I think that as a parent, the best thing you can do is teach your children to do the right thing because it’s the right thing to do. Not because some guy in a robe and a beard is gonna judge you 80 years from now. If you want to instill a sense of spirituality or religion in him, that’s cool (I don’t pass judgment on people who are religious-whatever gets you through the night). The most important rule to live by in existence is the Golden Rule, and that holds true regardless of religious affiliation.
BVR says:
Aug 11, 2011
The fact that we all know there is no God is the proverbial elephant in the room that nobody will talk about. It’s something people desperately want to believe, but if people really were sure about God, every person who says they believe in God would be living their lives exactly in accordance with whatever religion they choose to believe. They wouldn’t pick and choose which things to live by and which things to leave out, because they’d know all of it was true and written down in a book by the all-knowing, omnipotent God. There would be no question about it, no “trying” to be a better Christian, no conflict between the Bible and the contemporary world, no maybes about any of it. Our world would be totally different. We’d be buying and trading slaves, women would have no legal rights, people would sell everything they owned and give it to the poor (as Jesus instructed many times), divorce would practically cease to exist, and the list goes on. People would do all of this because everybody would *know* it was true, and live by it. But ultimately, nobody truly lives 100% as instructed in the Bible or any other religious book. The reason is simple: it’s not true, and in our hearts and minds, we all know it. Your son has an incredible advantage to have rational parents who aren’t willing to instill delusions of religion in his young mind.

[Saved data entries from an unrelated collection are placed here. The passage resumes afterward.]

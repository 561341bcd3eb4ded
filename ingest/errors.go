package ingest

import "errors"

// Sentinel errors. Callers branch on them with errors.Is; the typed errors
// of this package (TimeError, RowError, PayloadError) unwrap to one of them.
var (
	// ErrTimeSyntax is returned when a time is neither RFC 3339 nor a
	// decimal number of Unix seconds.
	ErrTimeSyntax = errors.New("ingest: malformed time")

	// ErrTimeRange is returned when a well-formed time lies outside the
	// range of int64 Unix nanoseconds (1677-09-21T00:12:43.145224192Z to
	// 2262-04-11T23:47:16.854775807Z).
	ErrTimeRange = errors.New("ingest: time outside the int64 nanosecond range")

	// ErrTimePrecision is returned when a numeric time is not a whole
	// number of nanoseconds (more than 9 decimals after the seconds), so
	// it cannot be held exactly.
	ErrTimePrecision = errors.New("ingest: time finer than one nanosecond")
)

// Errors of the CSV reader. Header problems come back from NewCSVReader
// wrapped with the column name; row problems arrive as the Err of a
// *RowError.
var (
	// ErrNoHeader is returned by NewCSVReader when the input holds no
	// record at all.
	ErrNoHeader = errors.New("ingest: csv input has no header row")

	// ErrDelimiter is returned by NewCSVReaderOptions for a delimiter
	// that cannot separate fields (a quote, CR or LF).
	ErrDelimiter = errors.New("ingest: csv delimiter cannot be a quote or line end")

	// ErrMissingColumn is returned by NewCSVReader when the header lacks
	// one of the columns sensor, time and value.
	ErrMissingColumn = errors.New("ingest: csv header lacks a required column")

	// ErrDuplicateColumn is returned by NewCSVReader when a required
	// column appears twice, which would make the row ambiguous.
	ErrDuplicateColumn = errors.New("ingest: csv header repeats a column")

	// ErrFieldCount is the cause of a row whose number of fields differs
	// from the header's.
	ErrFieldCount = errors.New("ingest: csv row has the wrong number of fields")

	// ErrBareQuote is the cause of a row with a '"' inside an unquoted
	// field (RFC 4180 section 2, rule 5).
	ErrBareQuote = errors.New(`ingest: csv bare " in unquoted field`)

	// ErrQuote is the cause of a row with a quoted field that is not
	// closed, or is followed by something other than a comma or line end.
	ErrQuote = errors.New(`ingest: csv extraneous or missing " in quoted field`)

	// ErrRowTooLong is the cause of a row longer than the reader's limit.
	ErrRowTooLong = errors.New("ingest: csv row too long")

	// ErrEmptyField is the cause of a row whose sensor, time or value is
	// empty.
	ErrEmptyField = errors.New("ingest: empty field")

	// ErrNumberSyntax is the cause of a value that is not a number.
	ErrNumberSyntax = errors.New("ingest: malformed number")

	// ErrNonFinite is the cause of a value that is NaN or infinite, or
	// too large for a float64.
	ErrNonFinite = errors.New("ingest: non-finite number")

	// ErrNumberRange is the cause of a value too small in magnitude for
	// a float64 (below 4.9e-324 but not zero, such as 1e-400), which
	// would otherwise read as 0.
	ErrNumberRange = errors.New("ingest: number too small for float64")
)

// Errors of the payload decoder. Whole-payload problems come back from
// Decoder.Decode as a *PayloadError wrapping ErrPayloadSyntax,
// ErrPayloadShape, ErrPayloadTooLarge or ErrLengthMismatch; per-reading
// problems are the Err of a Reject.
var (
	// ErrPayloadSyntax is returned when a payload is not valid JSON
	// (RFC 8259).
	ErrPayloadSyntax = errors.New("ingest: payload is not valid JSON")

	// ErrPayloadShape is returned when a payload is valid JSON but not a
	// reading, an array of readings or a batch object, or nests deeper
	// than 64 levels.
	ErrPayloadShape = errors.New("ingest: payload is not a reading or a batch")

	// ErrPayloadTooLarge is returned when a payload exceeds the
	// decoder's MaxBytes.
	ErrPayloadTooLarge = errors.New("ingest: payload too large")

	// ErrLengthMismatch is returned when the t, v and ref arrays of a
	// batch object differ in length.
	ErrLengthMismatch = errors.New("ingest: batch arrays differ in length")

	// ErrMissingField is the cause of a reading without t or v (or with
	// null there).
	ErrMissingField = errors.New("ingest: missing field")

	// ErrWrongType is the cause of a field of the wrong JSON type, such
	// as a quoted number for v.
	ErrWrongType = errors.New("ingest: wrong JSON type")
)

// ErrSensorID is returned (inside a *SensorIDError) for a sensor id that
// CheckSensorID refuses.
var ErrSensorID = errors.New("ingest: invalid sensor id")

// ErrTooManySensors is the cause of a reading refused because its sensor
// id is new and the service already holds Options.MaxSensors sensors.
var ErrTooManySensors = errors.New("ingest: sensor limit reached")

// ErrDuplicate is the cause of a reading refused by Dedup as a repeat of
// one already applied.
var ErrDuplicate = errors.New("ingest: duplicate reading")

// ErrStreamChanged is returned (inside a *StreamChangedError) by Run when
// the readings stream is not the one the DB's position was taken in.
var ErrStreamChanged = errors.New("ingest: stream changed under the stored position")

// ErrPortInUse is the cause of a *PortError when another program listens
// on the embedded NATS server's port.
var ErrPortInUse = errors.New("ingest: port in use")

// ErrRole is returned by Connect and RolePermissions for a user of the
// embedded server with an unknown role or a bad name.
var ErrRole = errors.New("ingest: bad bus user")

// ErrNoPassword is returned by Connect when a user's password variable
// of the embedded server is empty or not set.
var ErrNoPassword = errors.New("ingest: bus user without a password")

// Errors of a void or correction of a calibration, inside a
// *CalibrationRefError.
var (
	// ErrNoCalibration: the sensor has no calibration of that number
	// (or the service holds no state of the sensor, or the record is
	// damaged in the state file).
	ErrNoCalibration = errors.New("ingest: no such calibration")

	// ErrNotInForce: the calibration is not the sensor's latest in
	// force: voided or corrected already, or another one was recorded
	// after it.
	ErrNotInForce = errors.New("ingest: calibration not the latest in force")
)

Check out this website: godisimaginary.com. I read it and it really clarified a lot of things for me.
blerd says:
Aug 11, 2011
I agree with a lot of your points. I don’t think it’s as black and white as you say it is, though.
Maybe it’s the fact that I grew up in a Catholic household, but I’m as uncomfortable saying there is no God as I am saying that there is a God. The fact is, we don’t know, one way or the other.
I will say that militant Atheists have a tendency to be just as obnoxious/annoying as religious extremists do, though.